## Dataset records
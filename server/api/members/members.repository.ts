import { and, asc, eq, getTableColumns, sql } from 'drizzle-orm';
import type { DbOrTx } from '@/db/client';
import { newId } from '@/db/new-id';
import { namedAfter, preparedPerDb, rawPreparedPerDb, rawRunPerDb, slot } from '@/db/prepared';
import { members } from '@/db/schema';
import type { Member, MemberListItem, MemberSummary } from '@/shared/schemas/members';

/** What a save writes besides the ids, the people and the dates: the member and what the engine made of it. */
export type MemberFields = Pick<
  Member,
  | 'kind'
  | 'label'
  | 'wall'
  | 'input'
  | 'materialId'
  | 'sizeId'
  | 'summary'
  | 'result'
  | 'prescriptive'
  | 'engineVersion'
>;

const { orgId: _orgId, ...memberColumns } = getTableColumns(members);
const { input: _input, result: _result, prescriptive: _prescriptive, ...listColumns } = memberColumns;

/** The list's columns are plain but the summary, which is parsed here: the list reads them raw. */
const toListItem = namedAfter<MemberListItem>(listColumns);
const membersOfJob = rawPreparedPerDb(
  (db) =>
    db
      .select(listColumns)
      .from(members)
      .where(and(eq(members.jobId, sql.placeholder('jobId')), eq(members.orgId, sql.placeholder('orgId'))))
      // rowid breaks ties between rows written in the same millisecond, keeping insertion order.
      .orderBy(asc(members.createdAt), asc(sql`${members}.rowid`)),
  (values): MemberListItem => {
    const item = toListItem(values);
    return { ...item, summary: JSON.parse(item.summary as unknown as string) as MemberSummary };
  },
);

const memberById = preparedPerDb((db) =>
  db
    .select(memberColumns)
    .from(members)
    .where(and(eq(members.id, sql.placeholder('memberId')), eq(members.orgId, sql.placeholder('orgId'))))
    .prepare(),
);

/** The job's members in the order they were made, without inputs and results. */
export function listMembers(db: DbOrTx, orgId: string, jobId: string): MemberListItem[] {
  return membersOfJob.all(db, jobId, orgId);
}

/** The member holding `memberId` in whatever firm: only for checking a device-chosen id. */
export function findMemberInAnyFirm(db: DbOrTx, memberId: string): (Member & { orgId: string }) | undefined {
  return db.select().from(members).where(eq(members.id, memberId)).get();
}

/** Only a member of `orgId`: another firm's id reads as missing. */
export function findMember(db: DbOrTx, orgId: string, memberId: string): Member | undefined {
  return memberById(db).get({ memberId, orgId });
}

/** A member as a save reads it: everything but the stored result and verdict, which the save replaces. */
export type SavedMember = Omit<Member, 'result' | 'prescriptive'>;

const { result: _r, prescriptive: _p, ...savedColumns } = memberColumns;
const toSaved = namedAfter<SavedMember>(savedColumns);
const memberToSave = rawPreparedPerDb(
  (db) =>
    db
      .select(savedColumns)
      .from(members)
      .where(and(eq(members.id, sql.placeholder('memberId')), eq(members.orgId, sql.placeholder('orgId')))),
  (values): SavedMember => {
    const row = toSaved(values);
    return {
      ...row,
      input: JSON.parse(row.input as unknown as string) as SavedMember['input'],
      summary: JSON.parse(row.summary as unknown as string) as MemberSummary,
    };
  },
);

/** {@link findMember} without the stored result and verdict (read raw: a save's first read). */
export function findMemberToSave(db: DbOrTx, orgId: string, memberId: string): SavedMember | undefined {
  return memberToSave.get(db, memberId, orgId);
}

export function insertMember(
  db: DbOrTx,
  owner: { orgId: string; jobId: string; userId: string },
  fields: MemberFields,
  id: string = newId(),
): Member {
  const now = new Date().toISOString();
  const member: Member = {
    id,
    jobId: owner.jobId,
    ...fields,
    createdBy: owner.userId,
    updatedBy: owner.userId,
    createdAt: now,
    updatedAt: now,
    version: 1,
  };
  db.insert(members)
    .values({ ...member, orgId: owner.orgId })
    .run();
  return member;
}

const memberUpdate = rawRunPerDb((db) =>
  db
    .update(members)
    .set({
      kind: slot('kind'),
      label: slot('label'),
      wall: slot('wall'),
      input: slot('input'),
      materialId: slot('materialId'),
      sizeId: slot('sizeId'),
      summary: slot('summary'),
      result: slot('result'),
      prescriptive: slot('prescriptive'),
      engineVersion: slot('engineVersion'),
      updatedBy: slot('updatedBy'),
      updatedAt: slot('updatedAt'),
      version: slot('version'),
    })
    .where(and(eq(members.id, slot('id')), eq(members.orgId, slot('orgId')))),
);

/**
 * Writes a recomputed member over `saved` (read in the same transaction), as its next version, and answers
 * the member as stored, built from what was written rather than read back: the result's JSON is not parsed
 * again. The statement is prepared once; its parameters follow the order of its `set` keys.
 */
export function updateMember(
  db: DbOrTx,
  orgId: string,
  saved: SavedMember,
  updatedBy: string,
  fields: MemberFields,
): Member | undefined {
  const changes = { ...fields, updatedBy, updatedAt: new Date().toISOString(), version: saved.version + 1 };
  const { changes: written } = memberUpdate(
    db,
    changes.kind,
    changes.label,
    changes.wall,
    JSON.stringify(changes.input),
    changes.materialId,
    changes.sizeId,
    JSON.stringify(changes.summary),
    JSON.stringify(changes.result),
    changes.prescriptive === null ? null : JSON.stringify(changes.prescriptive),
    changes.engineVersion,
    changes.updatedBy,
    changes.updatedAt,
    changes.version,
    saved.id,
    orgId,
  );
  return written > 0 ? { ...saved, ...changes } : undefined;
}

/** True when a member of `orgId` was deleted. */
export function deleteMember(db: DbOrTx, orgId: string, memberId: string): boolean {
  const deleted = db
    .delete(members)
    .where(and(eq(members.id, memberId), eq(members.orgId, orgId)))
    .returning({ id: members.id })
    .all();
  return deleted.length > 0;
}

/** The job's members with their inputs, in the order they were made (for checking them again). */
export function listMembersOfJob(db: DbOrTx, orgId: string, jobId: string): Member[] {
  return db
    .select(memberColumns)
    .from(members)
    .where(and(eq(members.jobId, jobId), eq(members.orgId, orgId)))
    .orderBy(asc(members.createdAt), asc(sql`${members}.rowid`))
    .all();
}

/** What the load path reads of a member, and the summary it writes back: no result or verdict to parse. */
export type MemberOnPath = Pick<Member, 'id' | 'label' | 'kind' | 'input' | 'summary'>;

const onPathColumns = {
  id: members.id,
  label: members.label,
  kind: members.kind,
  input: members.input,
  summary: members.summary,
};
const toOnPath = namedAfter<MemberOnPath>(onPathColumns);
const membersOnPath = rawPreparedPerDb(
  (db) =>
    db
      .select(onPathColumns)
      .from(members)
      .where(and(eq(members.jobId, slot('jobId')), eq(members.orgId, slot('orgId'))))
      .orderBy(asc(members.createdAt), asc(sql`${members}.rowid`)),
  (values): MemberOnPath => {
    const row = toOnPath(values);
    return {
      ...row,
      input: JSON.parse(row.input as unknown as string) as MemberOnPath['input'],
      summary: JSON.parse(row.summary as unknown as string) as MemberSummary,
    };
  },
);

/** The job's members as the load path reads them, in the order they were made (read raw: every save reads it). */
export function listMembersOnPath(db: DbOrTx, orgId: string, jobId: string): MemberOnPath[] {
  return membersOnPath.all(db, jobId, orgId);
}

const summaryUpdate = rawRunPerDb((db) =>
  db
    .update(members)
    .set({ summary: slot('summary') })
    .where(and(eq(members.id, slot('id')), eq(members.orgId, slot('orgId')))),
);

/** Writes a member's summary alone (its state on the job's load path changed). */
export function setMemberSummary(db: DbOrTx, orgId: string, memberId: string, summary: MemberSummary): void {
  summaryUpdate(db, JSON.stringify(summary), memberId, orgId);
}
---
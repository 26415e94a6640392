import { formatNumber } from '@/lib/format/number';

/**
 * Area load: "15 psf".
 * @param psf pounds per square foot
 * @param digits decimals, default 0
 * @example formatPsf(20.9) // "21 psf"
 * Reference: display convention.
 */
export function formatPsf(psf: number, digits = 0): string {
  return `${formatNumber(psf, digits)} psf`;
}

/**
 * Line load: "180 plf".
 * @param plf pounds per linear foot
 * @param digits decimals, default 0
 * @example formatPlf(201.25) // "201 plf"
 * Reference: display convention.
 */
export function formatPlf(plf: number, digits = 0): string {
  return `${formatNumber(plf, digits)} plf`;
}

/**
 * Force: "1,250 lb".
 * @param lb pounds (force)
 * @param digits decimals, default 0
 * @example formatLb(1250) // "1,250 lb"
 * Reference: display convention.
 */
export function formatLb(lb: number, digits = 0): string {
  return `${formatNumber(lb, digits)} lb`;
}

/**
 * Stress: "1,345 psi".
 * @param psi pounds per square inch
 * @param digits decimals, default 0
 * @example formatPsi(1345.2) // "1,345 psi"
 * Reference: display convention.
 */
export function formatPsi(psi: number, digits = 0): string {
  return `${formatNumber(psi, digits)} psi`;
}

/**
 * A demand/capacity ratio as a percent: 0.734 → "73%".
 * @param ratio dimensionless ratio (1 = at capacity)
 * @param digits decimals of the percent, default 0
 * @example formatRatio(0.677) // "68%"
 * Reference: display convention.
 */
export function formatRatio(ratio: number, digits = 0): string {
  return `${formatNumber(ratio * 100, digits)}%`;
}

## Prompt
What you return should be exactly the lines above, starting at the one with "device-chosen id. */" and ending at the one with "memberId: string): Member", and nothing else.

## Output for this task
/** The member holding `memberId` in whatever firm: only for checking a device-chosen id. */
export function findMemberInAnyFirm(db: DbOrTx, memberId: string): (Member & { orgId: string }) | undefined {
  return db.select().from(members).where(eq(members.id, memberId)).get();
}

/** Only a member of `orgId`: another firm's id reads as missing. */
export function findMember(db: DbOrTx, orgId: string, memberId: string): Member | undefined {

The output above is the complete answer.